**Directions**
How does the data below read from its first line through the line containing "return (finite-shot estimates, depolarized"? Print those lines exactly.

......

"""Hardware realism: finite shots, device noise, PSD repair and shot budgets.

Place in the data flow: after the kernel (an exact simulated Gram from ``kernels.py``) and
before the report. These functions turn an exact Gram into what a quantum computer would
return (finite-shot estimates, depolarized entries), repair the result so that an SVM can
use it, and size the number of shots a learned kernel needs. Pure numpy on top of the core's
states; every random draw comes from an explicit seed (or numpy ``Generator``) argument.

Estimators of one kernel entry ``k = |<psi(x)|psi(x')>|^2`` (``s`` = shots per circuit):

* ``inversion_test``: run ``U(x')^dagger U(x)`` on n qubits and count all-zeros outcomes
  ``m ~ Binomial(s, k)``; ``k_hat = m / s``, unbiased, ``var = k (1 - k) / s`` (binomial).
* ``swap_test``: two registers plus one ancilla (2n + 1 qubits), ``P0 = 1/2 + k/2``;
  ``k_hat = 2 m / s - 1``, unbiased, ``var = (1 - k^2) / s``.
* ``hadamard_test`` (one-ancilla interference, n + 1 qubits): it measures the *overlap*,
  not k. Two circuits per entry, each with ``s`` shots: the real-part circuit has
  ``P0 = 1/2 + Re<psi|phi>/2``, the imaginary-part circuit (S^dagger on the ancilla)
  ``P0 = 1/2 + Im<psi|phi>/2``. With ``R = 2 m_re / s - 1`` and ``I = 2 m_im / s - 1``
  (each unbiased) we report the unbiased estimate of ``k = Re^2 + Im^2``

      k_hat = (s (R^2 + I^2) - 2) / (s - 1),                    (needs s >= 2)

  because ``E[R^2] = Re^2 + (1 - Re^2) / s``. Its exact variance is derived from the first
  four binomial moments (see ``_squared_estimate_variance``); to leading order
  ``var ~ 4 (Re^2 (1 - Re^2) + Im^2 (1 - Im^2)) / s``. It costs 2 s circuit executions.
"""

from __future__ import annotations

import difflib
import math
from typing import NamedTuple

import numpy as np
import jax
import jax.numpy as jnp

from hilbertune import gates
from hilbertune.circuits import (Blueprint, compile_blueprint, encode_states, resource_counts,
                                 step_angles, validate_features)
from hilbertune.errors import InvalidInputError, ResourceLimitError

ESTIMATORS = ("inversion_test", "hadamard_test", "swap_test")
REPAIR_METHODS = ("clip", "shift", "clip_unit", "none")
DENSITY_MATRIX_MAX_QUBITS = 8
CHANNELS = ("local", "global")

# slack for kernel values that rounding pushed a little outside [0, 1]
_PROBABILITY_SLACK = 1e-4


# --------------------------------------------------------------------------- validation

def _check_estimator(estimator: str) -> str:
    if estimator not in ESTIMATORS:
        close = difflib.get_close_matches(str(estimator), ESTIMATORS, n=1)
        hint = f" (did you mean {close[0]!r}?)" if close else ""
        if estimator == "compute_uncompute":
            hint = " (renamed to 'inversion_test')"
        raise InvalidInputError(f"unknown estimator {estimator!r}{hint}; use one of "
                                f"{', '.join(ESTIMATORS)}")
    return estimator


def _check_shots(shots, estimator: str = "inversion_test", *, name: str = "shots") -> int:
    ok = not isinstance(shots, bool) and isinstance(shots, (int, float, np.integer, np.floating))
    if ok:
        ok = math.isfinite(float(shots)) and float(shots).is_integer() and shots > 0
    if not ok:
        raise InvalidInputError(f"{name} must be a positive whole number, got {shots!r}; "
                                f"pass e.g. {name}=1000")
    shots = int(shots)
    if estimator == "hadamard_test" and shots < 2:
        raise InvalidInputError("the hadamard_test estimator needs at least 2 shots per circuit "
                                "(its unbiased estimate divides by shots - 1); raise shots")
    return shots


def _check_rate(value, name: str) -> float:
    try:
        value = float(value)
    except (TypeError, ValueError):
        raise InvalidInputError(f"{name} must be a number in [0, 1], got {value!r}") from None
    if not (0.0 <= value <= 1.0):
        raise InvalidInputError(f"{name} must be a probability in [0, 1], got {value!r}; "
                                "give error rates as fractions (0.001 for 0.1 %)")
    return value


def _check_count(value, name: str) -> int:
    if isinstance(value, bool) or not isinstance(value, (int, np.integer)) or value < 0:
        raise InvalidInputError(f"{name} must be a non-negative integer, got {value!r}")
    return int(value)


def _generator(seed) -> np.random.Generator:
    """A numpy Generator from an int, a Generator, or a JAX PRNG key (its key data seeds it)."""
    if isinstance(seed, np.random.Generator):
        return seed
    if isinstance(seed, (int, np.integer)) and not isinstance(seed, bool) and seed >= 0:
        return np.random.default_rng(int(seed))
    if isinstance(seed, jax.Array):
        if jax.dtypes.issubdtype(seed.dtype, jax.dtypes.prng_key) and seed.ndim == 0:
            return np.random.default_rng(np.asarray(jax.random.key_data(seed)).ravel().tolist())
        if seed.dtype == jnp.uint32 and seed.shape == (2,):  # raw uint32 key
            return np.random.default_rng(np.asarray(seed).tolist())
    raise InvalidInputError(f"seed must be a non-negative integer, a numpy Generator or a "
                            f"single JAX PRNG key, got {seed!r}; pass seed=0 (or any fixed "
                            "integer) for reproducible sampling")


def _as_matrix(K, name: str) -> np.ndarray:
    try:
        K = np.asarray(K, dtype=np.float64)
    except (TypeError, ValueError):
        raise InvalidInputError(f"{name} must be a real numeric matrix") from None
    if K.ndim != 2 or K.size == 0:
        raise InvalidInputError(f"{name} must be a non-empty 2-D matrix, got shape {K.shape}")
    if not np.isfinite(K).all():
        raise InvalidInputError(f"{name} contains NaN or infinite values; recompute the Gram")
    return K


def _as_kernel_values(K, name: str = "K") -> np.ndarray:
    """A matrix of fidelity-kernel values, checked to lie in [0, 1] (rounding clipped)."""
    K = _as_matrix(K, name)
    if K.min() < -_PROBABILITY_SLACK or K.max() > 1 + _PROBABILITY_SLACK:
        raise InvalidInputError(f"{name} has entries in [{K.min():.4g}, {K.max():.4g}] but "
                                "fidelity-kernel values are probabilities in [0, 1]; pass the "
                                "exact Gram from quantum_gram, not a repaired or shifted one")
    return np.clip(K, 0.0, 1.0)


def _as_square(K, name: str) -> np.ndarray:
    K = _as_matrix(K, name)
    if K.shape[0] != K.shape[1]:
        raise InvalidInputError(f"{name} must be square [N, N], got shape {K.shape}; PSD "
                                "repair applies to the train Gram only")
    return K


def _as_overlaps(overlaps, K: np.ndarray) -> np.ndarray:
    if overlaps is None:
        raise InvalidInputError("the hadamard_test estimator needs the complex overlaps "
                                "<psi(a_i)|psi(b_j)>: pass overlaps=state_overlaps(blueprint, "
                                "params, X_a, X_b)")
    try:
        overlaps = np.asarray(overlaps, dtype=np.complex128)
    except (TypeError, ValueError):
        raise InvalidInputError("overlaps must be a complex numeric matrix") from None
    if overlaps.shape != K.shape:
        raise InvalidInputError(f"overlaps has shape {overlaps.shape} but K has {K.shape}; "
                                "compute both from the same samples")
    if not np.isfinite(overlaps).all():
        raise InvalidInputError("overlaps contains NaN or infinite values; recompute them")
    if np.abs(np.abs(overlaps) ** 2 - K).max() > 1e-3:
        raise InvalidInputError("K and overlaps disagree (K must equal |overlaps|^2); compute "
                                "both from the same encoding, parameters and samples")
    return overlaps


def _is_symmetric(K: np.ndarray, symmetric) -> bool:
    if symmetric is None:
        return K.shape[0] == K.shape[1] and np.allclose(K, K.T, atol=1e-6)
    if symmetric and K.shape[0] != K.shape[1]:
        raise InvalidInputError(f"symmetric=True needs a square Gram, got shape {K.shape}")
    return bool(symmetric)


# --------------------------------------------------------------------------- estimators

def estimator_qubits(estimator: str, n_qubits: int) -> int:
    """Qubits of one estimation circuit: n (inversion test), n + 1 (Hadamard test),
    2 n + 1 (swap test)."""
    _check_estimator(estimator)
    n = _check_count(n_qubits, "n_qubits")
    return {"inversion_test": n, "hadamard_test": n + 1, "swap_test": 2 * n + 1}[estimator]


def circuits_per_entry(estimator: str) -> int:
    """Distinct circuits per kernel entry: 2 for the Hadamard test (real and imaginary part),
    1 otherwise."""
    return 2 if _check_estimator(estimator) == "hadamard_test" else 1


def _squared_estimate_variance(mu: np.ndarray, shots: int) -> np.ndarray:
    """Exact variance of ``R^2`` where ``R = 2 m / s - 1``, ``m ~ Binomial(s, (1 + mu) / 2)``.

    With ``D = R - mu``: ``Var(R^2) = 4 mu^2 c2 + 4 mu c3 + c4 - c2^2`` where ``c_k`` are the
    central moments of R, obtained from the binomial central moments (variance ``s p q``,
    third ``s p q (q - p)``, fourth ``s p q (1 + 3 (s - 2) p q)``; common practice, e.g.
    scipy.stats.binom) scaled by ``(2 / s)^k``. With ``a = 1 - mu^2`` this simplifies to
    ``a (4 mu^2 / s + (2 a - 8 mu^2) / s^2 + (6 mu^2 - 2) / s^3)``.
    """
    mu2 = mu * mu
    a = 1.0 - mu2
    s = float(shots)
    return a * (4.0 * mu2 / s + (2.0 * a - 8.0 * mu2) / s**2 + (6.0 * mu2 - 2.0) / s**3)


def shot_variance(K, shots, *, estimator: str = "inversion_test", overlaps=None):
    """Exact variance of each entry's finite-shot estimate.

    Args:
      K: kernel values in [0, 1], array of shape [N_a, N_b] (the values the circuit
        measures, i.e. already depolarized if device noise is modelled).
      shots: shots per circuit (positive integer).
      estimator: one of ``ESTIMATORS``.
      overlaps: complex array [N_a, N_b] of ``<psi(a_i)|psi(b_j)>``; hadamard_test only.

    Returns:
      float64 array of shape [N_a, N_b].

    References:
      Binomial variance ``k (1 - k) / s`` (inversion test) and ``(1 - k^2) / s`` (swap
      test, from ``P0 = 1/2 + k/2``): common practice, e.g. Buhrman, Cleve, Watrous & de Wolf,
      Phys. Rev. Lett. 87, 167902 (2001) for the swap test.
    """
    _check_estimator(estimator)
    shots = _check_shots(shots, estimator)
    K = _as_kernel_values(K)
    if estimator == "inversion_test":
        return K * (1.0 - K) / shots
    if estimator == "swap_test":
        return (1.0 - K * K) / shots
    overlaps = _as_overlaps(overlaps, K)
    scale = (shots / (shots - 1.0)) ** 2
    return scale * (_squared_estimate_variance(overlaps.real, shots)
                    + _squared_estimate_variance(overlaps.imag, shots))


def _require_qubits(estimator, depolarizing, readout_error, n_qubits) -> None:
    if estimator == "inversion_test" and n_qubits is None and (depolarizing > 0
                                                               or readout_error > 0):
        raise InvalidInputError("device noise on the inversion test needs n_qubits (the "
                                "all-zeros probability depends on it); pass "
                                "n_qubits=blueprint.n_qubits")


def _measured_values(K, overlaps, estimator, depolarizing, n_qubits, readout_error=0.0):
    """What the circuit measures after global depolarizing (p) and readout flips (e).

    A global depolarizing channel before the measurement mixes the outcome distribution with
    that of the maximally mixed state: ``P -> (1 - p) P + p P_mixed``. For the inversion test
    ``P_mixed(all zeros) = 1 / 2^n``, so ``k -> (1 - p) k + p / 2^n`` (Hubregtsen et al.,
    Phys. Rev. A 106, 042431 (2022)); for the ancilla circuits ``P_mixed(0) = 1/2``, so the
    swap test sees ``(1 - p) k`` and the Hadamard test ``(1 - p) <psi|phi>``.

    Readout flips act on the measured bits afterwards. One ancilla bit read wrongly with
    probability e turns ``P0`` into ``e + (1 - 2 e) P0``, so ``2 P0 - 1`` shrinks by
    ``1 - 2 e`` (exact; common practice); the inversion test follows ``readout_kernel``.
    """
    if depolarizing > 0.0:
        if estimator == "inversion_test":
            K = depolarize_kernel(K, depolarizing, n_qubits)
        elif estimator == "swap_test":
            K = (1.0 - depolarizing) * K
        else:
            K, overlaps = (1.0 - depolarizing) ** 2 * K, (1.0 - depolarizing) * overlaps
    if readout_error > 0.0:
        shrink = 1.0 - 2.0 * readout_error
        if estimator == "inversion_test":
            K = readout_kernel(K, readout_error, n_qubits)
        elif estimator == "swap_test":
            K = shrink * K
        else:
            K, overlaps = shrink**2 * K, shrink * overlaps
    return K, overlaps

......

**Completed task**
"""Hardware realism: finite shots, device noise, PSD repair and shot budgets.

Place in the data flow: after the kernel (an exact simulated Gram from ``kernels.py``) and
before the report. These functions turn an exact Gram into what a quantum computer would
return (finite-shot estimates, depolarized entries), repair the result so that an SVM can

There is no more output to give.